Copy all lines of the listing that include the string "values".

----------------

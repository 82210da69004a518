import type { Fault } from '../../../runtime/engine.js';
import { bytecodeOf } from '../../interpret/bytecode.js';
import { UPDATE_WIDTH } from '../../logic/logic.js';
import { FIRST_INPUT, firstResult, firstState, type Program } from '../../program/program.js';
import { BLOCK_WORDS, chosen, runOperations } from './laneOperations.js';

/**
 * A program with the values of many lanes: every value is a bit in each lane, and an operation
 * works on all lanes of a block at once.
 */
export class LaneProgram {
  readonly #program: Program;
  /** Operands of all operations, then the values of each block, `BLOCK_WORDS` words a value. */
  readonly #memory: Int32Array;
  readonly #bases: readonly number[];
  readonly #runs: Uint32Array;
  readonly #next: Uint32Array;
  readonly #faults: Uint32Array;
  /** Per update: first state bit, the places of enable and gate, that of what is copied or -1. */
  readonly #updates: Int32Array;
  readonly #firstState: number;
  readonly #committed: Int32Array;

  constructor(program: Program, blocks: number) {
    const { runs, operands, renumbered } = bytecodeOf(program);
    const placeOf = (value: number): number => renumbered[value]! * BLOCK_WORDS;
    const blockLength = renumbered.length * BLOCK_WORDS;
    this.#program = program;
    this.#runs = runs;
    this.#memory = new Int32Array(operands.length + blocks * blockLength);
    this.#memory.set(operands.map((value) => value * BLOCK_WORDS));
    this.#bases = Array.from({ length: blocks }, (_, i) => operands.length + i * blockLength);
    for (const base of this.#bases) this.#fill(base + BLOCK_WORDS, -1);
    this.#next = program.next.map(placeOf);
    this.#faults = Uint32Array.from(program.faults, ({ when }) => placeOf(when));
    this.#firstState = firstState(program) * BLOCK_WORDS;
    this.#committed = new Int32Array(program.stateCount * BLOCK_WORDS);
    this.#updates = Int32Array.from(
      program.updates.flatMap(({ first, enable, gate, from }) => [
        first * BLOCK_WORDS,
        placeOf(enable),
        placeOf(gate),
        from < 0 ? -1 : this.#firstState + from * BLOCK_WORDS,
      ]),
    );
  }

  /** The state bits of a block, `BLOCK_WORDS` words each, to read and to write. */
  stateOf(block: number): Int32Array {
    const first = this.#bases[block]! + this.#firstState;
    return this.#memory.subarray(first, first + this.#committed.length);
  }

  /** Runs one cycle in all lanes, which all have the inputs of the row given. */
  run(row: Uint32Array): void {
    for (const base of this.#bases) {
      this.#loadInputs(base, row);
      this.#step(base);
      this.#commit(base);
    }
  }

  /**
   * Why a lane of a block has no result of the cycle just run; undefined where it has one. Lanes
   * count from 0 in each block.
   */
  faultOf(block: number, lane: number): Fault | undefined {
    const word = this.#bases[block]! + (lane >>> 5);
    const fault = this.#faults.findIndex(
      (place) => ((this.#memory[word + place]! >>> (lane & 31)) & 1) === 1,
    );
    return this.#program.faults[fault];
  }

  /** A 1 for each of 32 lanes that the cycle just run has no result in. */
  faulty(block: number, word: number): number {
    const at = this.#bases[block]! + word;
    return this.#faults.reduce((lanes, place) => lanes | this.#memory[at + place]!, 0);
  }

  #loadInputs(base: number, row: Uint32Array): void {
    const first = base + FIRST_INPUT * BLOCK_WORDS;
    for (let bit = 0; bit < this.#program.inputCount; bit++) {
      this.#fill(first + bit * BLOCK_WORDS, -((row[bit >>> 5]! >>> (bit & 31)) & 1));
    }
  }

  #fill(at: number, word: number): void {
    this.#memory.fill(word, at, at + BLOCK_WORDS);
  }

  #step(base: number): void {
    const runs = this.#runs;
    let at = 0;
    let result = base + firstResult(this.#program) * BLOCK_WORDS;
    for (let run = 0; run < runs.length; run += 2) {
      const end = result + runs[run + 1]! * BLOCK_WORDS;
      at = runOperations(runs[run]!, this.#memory, base, at, result, end);
      result = end;
    }
  }

  #commit(base: number): void {
    const memory = this.#memory;
    const committed = this.#committed;
    const next = this.#next;
    for (let bit = 0, to = 0; bit < next.length; bit++, to += BLOCK_WORDS) {
      const from = base + next[bit]!;
      for (let i = 0; i < BLOCK_WORDS; i++) committed[to + i] = memory[from + i]!;
    }
    for (let at = 0; at < this.#updates.length; at += 4) this.#update(base, at);
    memory.set(committed, base + this.#firstState);
  }

  // What updates say takes the place of what was committed for their bits.
  #update(base: number, at: number): void {
    const memory = this.#memory;
    const committed = this.#committed;
    const first = this.#updates[at]!;
    const enable = base + this.#updates[at + 1]!;
    const gate = base + this.#updates[at + 2]!;
    const from = this.#updates[at + 3]!;
    const old = base + this.#firstState + first;
    for (let i = 0; i < UPDATE_WIDTH * BLOCK_WORDS; i++) {
      const word = i % BLOCK_WORDS;
      const fresh = from < 0 ? committed[first + i]! : memory[base + from + i]!;
      committed[first + i] =
        memory[gate + word]! & chosen(memory[enable + word]!, memory[old + i]!, fresh);
    }
  }
}
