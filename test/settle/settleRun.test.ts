import fc from 'fast-check';
import { describe, expect, it } from 'vitest';
import type { Circuit } from '../../compiler/circuit/circuit.js';
import { designOf, programsOf } from '../../compiler/compile.js';
import { InterpretedLanes } from '../../compiler/settle/lanes/interpretedLanes.js';
import { SettleRun } from '../../compiler/settle/settleRun.js';
import { type RandomCircuitOptions, randomCircuit } from '../support/randomCircuit.js';
import { randomRows } from '../support/responses.js';

const CYCLES = 16;
const LANES = 12;

/** Elements that the three-valued run knows while a lane has another value. */
function contradictions(circuit: Circuit, seed: number): string[] {
  const design = designOf(circuit);
  const { inputs, stateNames } = design.layout;
  const machine = new InterpretedLanes(programsOf(design), 1);
  const run = new SettleRun(design, machine, LANES, BigInt(seed));
  const rows = randomRows(design.layout, seed, CYCLES);
  const found: string[] = [];
  for (let cycle = 0; cycle < CYCLES; cycle++) {
    run.run(rows, cycle * inputs.words, false);
    const ended = run.runner.faults.map(({ lane }) => lane);
    for (let lane = 0; lane < LANES; lane++) {
      if (ended.includes(lane)) continue;
      run.runner.stateOf(lane).forEach((value, element) => {
        const known = run.state[element]!;
        if (known !== 2 && known !== value) {
          found.push(
            `${stateNames[element]} after ${cycle + 1}: ${known}, ${value} in lane ${lane}`,
          );
        }
      });
    }
  }
  return found;
}

describe('the three-valued run knows nothing that a lane contradicts', () => {
  const kinds: [string, RandomCircuitOptions][] = [
    ['registers on one edge', { unknowns: true, asynchronous: true }],
    ['both edges, latches and gated clocks', { clocking: 'gated', latches: true }],
    ['divided clocks', { clocking: 'divided', asynchronous: true, maxGates: 20 }],
    ['combinational loops', { loops: true, latches: true, asynchronous: true, maxGates: 12 }],
  ];
  it.each(kinds)('with %s', (_, options) => {
    fc.assert(
      fc.property(randomCircuit(options), fc.nat(1e6), (circuit, seed) => {
        expect(contradictions(circuit, seed)).toEqual([]);
      }),
      { seed: 4711, numRuns: 12 },
    );
  });
});
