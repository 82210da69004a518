import fc from 'fast-check';
import { describe, expect, it } from 'vitest';
import type { ModelLayout } from '../../../../runtime/layout.js';
import { departureText } from '../../../../runtime/node/departure.js';
import { PackedExpectation } from '../../../../runtime/node/packed/packedExpectation.js';
import { PackedResponse } from '../../../../runtime/node/packed/packedResponse.js';
import { readPackedStimulus } from '../../../../runtime/node/packed/packedStimulus.js';
import type { ResponseChoice } from '../../../../runtime/node/responseChoice.js';
import type { RunBlock } from '../../../../runtime/stream.js';
import { packRows } from '../../../support/rows.js';
import { rowsOf } from '../../../support/stimulusRows.js';
import { layoutOf } from '../../../support/tables.js';

const ports = ['y', 'v[6:0]', 'w[39:0]'];
const two = layoutOf([], ports);
const three = layoutOf([], ports, { threeValued: true });

const blockOf = (layout: ModelLayout, firstCycle: number, rows: readonly string[]): RunBlock => ({
  firstCycle,
  cycles: rows.length,
  rows: packRows(layout, layout.outputs, rows),
  stimulus: new Uint32Array(0),
  stimulusStride: 0,
});

/** The bytes of a response of some rows, from cycle 0 on. */
function packed(layout: ModelLayout, rows: readonly string[], choice?: ResponseChoice): Uint8Array {
  const response = new PackedResponse(layout, choice);
  const bytes = [...response.header()];
  for (const piece of response.rows(blockOf(layout, 0, rows))) bytes.push(...piece);
  return Uint8Array.from(bytes);
}

function* inPieces(bytes: Uint8Array, length = 1 << 16): Generator<Uint8Array> {
  for (let at = 0; at < bytes.length; at += length) yield bytes.slice(at, at + length);
}

const played = (layout: ModelLayout, bytes: Uint8Array, length?: number): Promise<string[]> =>
  rowsOf(readPackedStimulus('s.rows', layout, inPieces(bytes, length)), layout);

/** The layout in which outputs are inputs. */
const turned = ({ outputs, inputs, ...rest }: ModelLayout): ModelLayout => ({
  ...rest,
  ...{ inputs: outputs, outputs: inputs },
});

const word = (text: string) => text.split(' ').map((byte) => Number.parseInt(byte, 16));

describe('packed rows', () => {
  it('stand in a file byte by byte as documented', () => {
    const layout = layoutOf([], ['a', 'v[8:0]', 'b']);
    const bytes = packed(layout, ['1 100000001 0', '0 000000011 1']);
    expect([...bytes]).toEqual([
      ...word('43 53 2d 52 4f 57 53 0a'), // CS-ROWS and a line feed
      ...word('01 00 00 00 30 00 00 00'), // version 1, no flags, a header of 48 bytes
      ...word('04 00 00 00 03 00 00 00'), // rows of 4 bytes, 3 columns
      ...word('01 00 00 00 01 00 61'), // a
      ...word('09 00 00 00 01 00 76'), // v
      ...word('01 00 00 00 01 00 62 00 00 00'), // b, and what fills the header
      ...word('03 02 00 00'), // 1 + 2 * 0x101
      ...word('06 04 00 00'), // 2 * 0x003 + 2^10
    ]);
  });

  it('have a second group where bits may be x, and their cycle where rows are left out', () => {
    const layout = layoutOf([], ['a', 'v[2:0]'], { threeValued: true });
    const bytes = packed(layout, ['1 0x1', '1 0x1', '0 111'], { changes: true });
    expect([...bytes.slice(10, 12)]).toEqual([3, 0]);
    expect([...bytes.slice(40)]).toEqual([
      ...word('00 00 00 00 00 00 00 00 03 00 00 00 04 00 00 00'),
      ...word('02 00 00 00 00 00 00 00 0e 00 00 00 00 00 00 00'),
    ]);
  });

  const bit = fc.constantFrom('0', '1', 'x');
  const rowOf = (digits: string[]) =>
    `${digits[0]} ${digits.slice(1, 8).join('')} ${digits.slice(8).join('')}`;
  const row = fc.array(bit, { minLength: 48, maxLength: 48 }).map(rowOf);

  it('give the rows back that were written, in pieces of any length', async () => {
    await fc.assert(
      fc.asyncProperty(
        fc.array(row, { maxLength: 12 }),
        fc.integer({ min: 1, max: 99 }),
        async (rows, length) => {
          const known = rows.map((text) => text.replaceAll('x', '0'));
          expect(await played(turned(three), packed(three, rows), length)).toEqual(rows);
          expect(await played(turned(two), packed(two, known), length)).toEqual(known);
          expect(await played(turned(three), packed(two, known), length)).toEqual(known);
          expect(await played(turned(two), packed(three, known), length)).toEqual(known);
        },
      ),
      { seed: 3, numRuns: 60 },
    );
  });

  it('hold each row until the next one where they have cycles', async () => {
    const rows = ['0 0000001 0', '0 0000001 0', '1 0000001 1', '1 0000001 1', '0 0000010 0'].map(
      (text) => text.replace(/\d$/, (digit) => digit.padStart(40, '0')),
    );
    const bytes = packed(two, rows, { changes: true });
    expect(await played(turned(two), bytes)).toEqual(rows);
    const every = packed(two, rows, { every: 2 });
    expect(await played(turned(two), every, 7)).toEqual([0, 0, 2, 2, 4].map((i) => rows[i]!));
  });

  it('hold a row for millions of cycles without making them', async () => {
    const layout = layoutOf([], ['a']);
    const response = new PackedResponse(layout, { changes: true });
    const bytes = [...response.header()];
    for (const [cycle, value] of [
      [0, '1'],
      [5e9, '0'],
    ] as const) {
      for (const piece of response.rows(blockOf(layout, cycle, [value]))) bytes.push(...piece);
    }
    const blocks = readPackedStimulus('s.rows', turned(layout), [Uint8Array.from(bytes)]);
    const lengths: number[] = [];
    for await (const { cycles } of blocks) lengths.push(cycles);
    expect(lengths).toEqual([5e9, 1]);
  });

  it('take columns of any choice and order, also parts of ports', async () => {
    const bytes = packed(two, [`1 0101100 ${'1'.repeat(40)}`], { ports: ['v[3:1]', 'y', 'v[6]'] });
    const others = layoutOf(['y', 'v[6:0]', 'z'], []);
    expect(await played(others, bytes)).toEqual(['1 0001100 0']);
  });
});

describe('a response compared with packed rows', () => {
  const check = async (
    layout: ModelLayout,
    bytes: Uint8Array,
    rows: readonly string[],
    most = 1,
  ): Promise<(string | number)[]> => {
    const checker = await PackedExpectation.open('e.rows', layout, inPieces(bytes, 50));
    const found = await checker.check(blockOf(layout, 0, rows.slice(0, 2)), most);
    if (found.length >= most) return found.map(departureText);
    found.push(...(await checker.check(blockOf(layout, 2, rows.slice(2)), most)));
    const unreached = await checker.finish();
    return [...found.map(departureText), ...(unreached === undefined ? [] : [unreached])];
  };
  const wide = '0'.repeat(39);
  const rows = [`0 0000001 ${wide}1`, `1 0000000 ${wide}1`, `0 0000011 ${wide}0`];
  const changed = [rows[0]!, `1 1000000 1${wide}`, rows[2]!];

  it('is as expected where all is the same', async () => {
    expect(await check(two, packed(two, rows), rows)).toEqual([]);
    expect(await check(three, packed(three, rows), rows)).toEqual([]);
    expect(await check(two, packed(two, rows, { every: 2 }), rows)).toEqual([]);
    expect(await check(two, packed(two, rows, { ports: ['y'] }), rows)).toEqual([]);
  });

  it('departs at the first bit of the first cycle that differs', async () => {
    const first = 'e.rows: cycle 1: v is 0x00, expected 0x40';
    expect(await check(two, packed(two, changed), rows)).toEqual([first]);
    expect(await check(two, packed(two, changed), rows, 9)).toEqual([
      first,
      'e.rows: cycle 1: w is 0x0000000001, expected 0x8000000000',
    ]);
    expect(await check(two, packed(two, changed, { changes: true }), rows)).toEqual([first]);
    const part = packed(two, changed, { ports: ['w[39:38]'] });
    expect(await check(two, part, rows)).toEqual([
      'e.rows: cycle 1: w[39:38] is 0x0, expected 0x2',
    ]);
  });

  it('takes x for x alone', async () => {
    const unknown = rows.map((row) => row.replace(/^./, 'x'));
    expect(await check(three, packed(three, unknown), unknown)).toEqual([]);
    expect(await check(three, packed(two, rows), unknown)).toEqual([
      'e.rows: cycle 0: y is x, expected 0',
    ]);
    await expect(check(two, packed(three, unknown), rows)).rejects.toThrow(
      'e.rows: cycle 0 has an x, which needs a three-valued run',
    );
  });

  it('tells the first cycle that was not reached', async () => {
    expect(await check(two, packed(two, [...rows, rows[0]!]), rows)).toEqual([3]);
    const sparse = packed(two, [...rows, rows[2]!, rows[0]!], { changes: true });
    expect(await check(two, sparse, rows)).toEqual([4]);
  });
});

describe('packed rows that are wrong', () => {
  const good = packed(two, [`0 0000001 ${'0'.repeat(40)}`]);
  const with_ = (at: number, byte: number) => good.with(at, byte);
  const inputs = turned(two);

  it.each([
    ['no header', new Uint8Array(0), 'the header of packed rows is cut short'],
    ['half a header', good.slice(0, 30), 'the header of packed rows is cut short'],
    ['a row too short', good.slice(0, -1), 'row 0 is cut short'],
    ['other bytes in front', with_(3, 0x20), 'this is no file of packed rows'],
    ['a table', new TextEncoder().encode('y,v\n1,2\n'), 'this is no file of packed rows'],
    ['a later version', with_(8, 2), 'packed rows of version 2; only 1 can be read'],
    ['flags that mean nothing', with_(10, 4), 'the header of these packed rows contradicts itself'],
    ['rows of another length', with_(16, 4), 'the header of these packed rows contradicts itself'],
    ['more columns than there are', with_(20, 9), 'the header of these packed rows contradicts'],
    ['a name that goes on for ever', with_(29, 9), 'the header of these packed rows contradicts'],
    ['an unknown port', with_(30, 0x71), 'no such port: q; there are y, v[6:0], w[39:0]'],
    ['a port twice', with_(37, 0x79), 'y has 7 bits here and 1 in the circuit'],
  ])('are refused: %s', async (_, bytes, message) => {
    await expect(played(inputs, bytes)).rejects.toThrow(`s.rows: ${message}`);
  });

  it('are refused where an x cannot be', async () => {
    const bytes = packed(three, [`0 0000001 ${'0'.repeat(40)}`, `0 0000001 ${'x'.repeat(40)}`]);
    await expect(played(inputs, bytes)).rejects.toThrow(
      's.rows: row 1 has an x, which needs a three-valued run',
    );
  });

  it('are refused where cycles do not ascend', async () => {
    const bytes = packed(
      two,
      ['0', '1', '0'].map((y) => `${y} 0000001 ${'0'.repeat(40)}`),
      {
        changes: true,
      },
    );
    const last = bytes.length - 16;
    await expect(played(inputs, bytes.with(last, 1))).rejects.toThrow(
      's.rows: cycle 1 comes after cycle 1; cycles must ascend',
    );
  });

  it('are refused where a column is a clock', async () => {
    await expect(played({ ...inputs, clocks: ['y'] }, good)).rejects.toThrow(
      's.rows: y is a clock: it ticks by itself; leave it out',
    );
  });
});
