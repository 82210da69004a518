import type { BenchResult } from '../benchResult.js';
import { aligned, shown } from './columns.js';
import { type BenchSuite, type SuiteMeans, speedOver } from './suite.js';

const NONE = '-';

/** The columns behind the name, each with what stands in it. */
const columns: readonly (readonly [heading: string, cell: (result: BenchResult) => string])[] = [
  ['gates', ({ gates }) => String(gates)],
  ['wasm ns', ({ engines }) => shown(engines.wasm.nsPerCycle)],
  ['spread', spread],
  ['best ns', ({ engines }) => shown(engines.wasm.best)],
  ['table best', ({ engines }) => shownIfAny(engines.table?.best)],
  ['bytecode', (result) => shownIfAny(speedOver(result, 'bytecode', 'wasm'))],
  ['reference', (result) => shownIfAny(speedOver(result, 'reference', 'wasm'))],
  ['native', (result) => shownIfAny(speedOver(result, 'native', 'wasm'))],
  ['march', (result) => shownIfAny(speedOver(result, 'nativeMarch', 'wasm'))],
  ['native/table', (result) => shownIfAny(speedOver(result, 'native', 'table'))],
  ['build ms', ({ engines }) => shown(engines.wasm.buildMs)],
  ['C ms', ({ engines }) => shownIfAny(engines.native?.buildMs)],
  ['first ms', ({ firstAnswer }) => shownIfAny(firstAnswer?.coldMs)],
  ['cached ms', ({ firstAnswer }) => shownIfAny(firstAnswer?.cachedMs)],
  ['ops/gate', ({ code }) => shown(code.operationsPerGate)],
  ['bytes/gate', ({ code }) => shown(code.bytesPerGate)],
];

/** Measurements of several circuits as a table of plain text, one line a circuit. */
export function suiteText({ machine, circuits, means }: BenchSuite): string {
  const { processor, cores, node, load } = machine;
  const headings = ['circuit', ...columns.map(([heading]) => heading)];
  const rows = circuits.map((result) => [
    result.circuit,
    ...columns.map(([, cell]) => cell(result)),
  ]);
  const notes = new Set(circuits.flatMap((result) => result.notes));
  return [
    ...aligned([headings, ...rows]),
    '',
    'wasm ns is the median of the rounds with their spread, best ns that of the best short burst.',
    'bytecode, reference, native and march (native for this machine) are times over that of wasm,',
    'all in their best bursts, which other programs disturb least.',
    ...meanLines(means),
    `${cores} cores of ${processor}, Node ${node}, load ${load}`,
    ...[...notes].map((note) => `note: ${note}`),
  ].join('\n');
}

function meanLines({ straightLine, asRun, straightLineMarch }: SuiteMeans): string[] {
  const line = (mean: number | undefined, what: string): string[] =>
    mean === undefined ? [] : [`geometric mean of ${what}: ${mean.toFixed(2)}`];
  return [
    ...line(straightLine, 'native over wasm'),
    ...line(asRun, 'native over what a run uses'),
    ...line(straightLineMarch, 'native for this machine over wasm'),
  ];
}

/** How far the fastest and the slowest round are from the median, in percent of it. */
function spread({ engines: { wasm } }: BenchResult): string {
  const percent = (ns: number): string => (100 * (ns / wasm.nsPerCycle - 1)).toFixed(0);
  return `${percent(wasm.fastest)}/+${percent(wasm.slowest)} %`;
}

const shownIfAny = (value: number | undefined): string =>
  value === undefined ? NONE : shown(value);
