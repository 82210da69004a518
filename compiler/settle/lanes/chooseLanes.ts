import { type Design, programsOf } from '../../compile.js';
import { compileLanes } from '../../compileLanes.js';
import { CompiledLanes } from './compiledLanes.js';
import { InterpretedLanes } from './interpretedLanes.js';
import type { LaneMachine } from './laneMachine.js';
import { BLOCK_LANES } from './laneOperations.js';

/**
 * Gates times blocks from which on compiling pays: it takes about a second, as some thousands of
 * interpreted cycles of so much do.
 */
const WORTH_COMPILING = 20_000;

/** What carries out the cycles of so many lanes: compiled where that is much work. */
export async function chooseLanes(design: Design, lanes: number): Promise<LaneMachine> {
  const blocks = Math.ceil(lanes / BLOCK_LANES);
  return design.circuit.netCount * blocks >= WORTH_COMPILING
    ? CompiledLanes.create(await compileLanes(design, BLOCK_LANES), blocks)
    : new InterpretedLanes(programsOf(design), blocks);
}
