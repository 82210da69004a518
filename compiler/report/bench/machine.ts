import { cpus, loadavg } from 'node:os';
import type { Machine } from './suite.js';

/** The machine that this runs on, as it is now. */
export function thisMachine(): Machine {
  const processors = cpus();
  return {
    processor: processors[0]?.model.trim() ?? 'unknown',
    cores: processors.length,
    node: process.version,
    load: Number(loadavg()[0]!.toFixed(2)),
  };
}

----------------

> _Result for this task_
 * A program with the values of many lanes: every value is a bit in each lane, and an operation
  /** Operands of all operations, then the values of each block, `BLOCK_WORDS` words a value. */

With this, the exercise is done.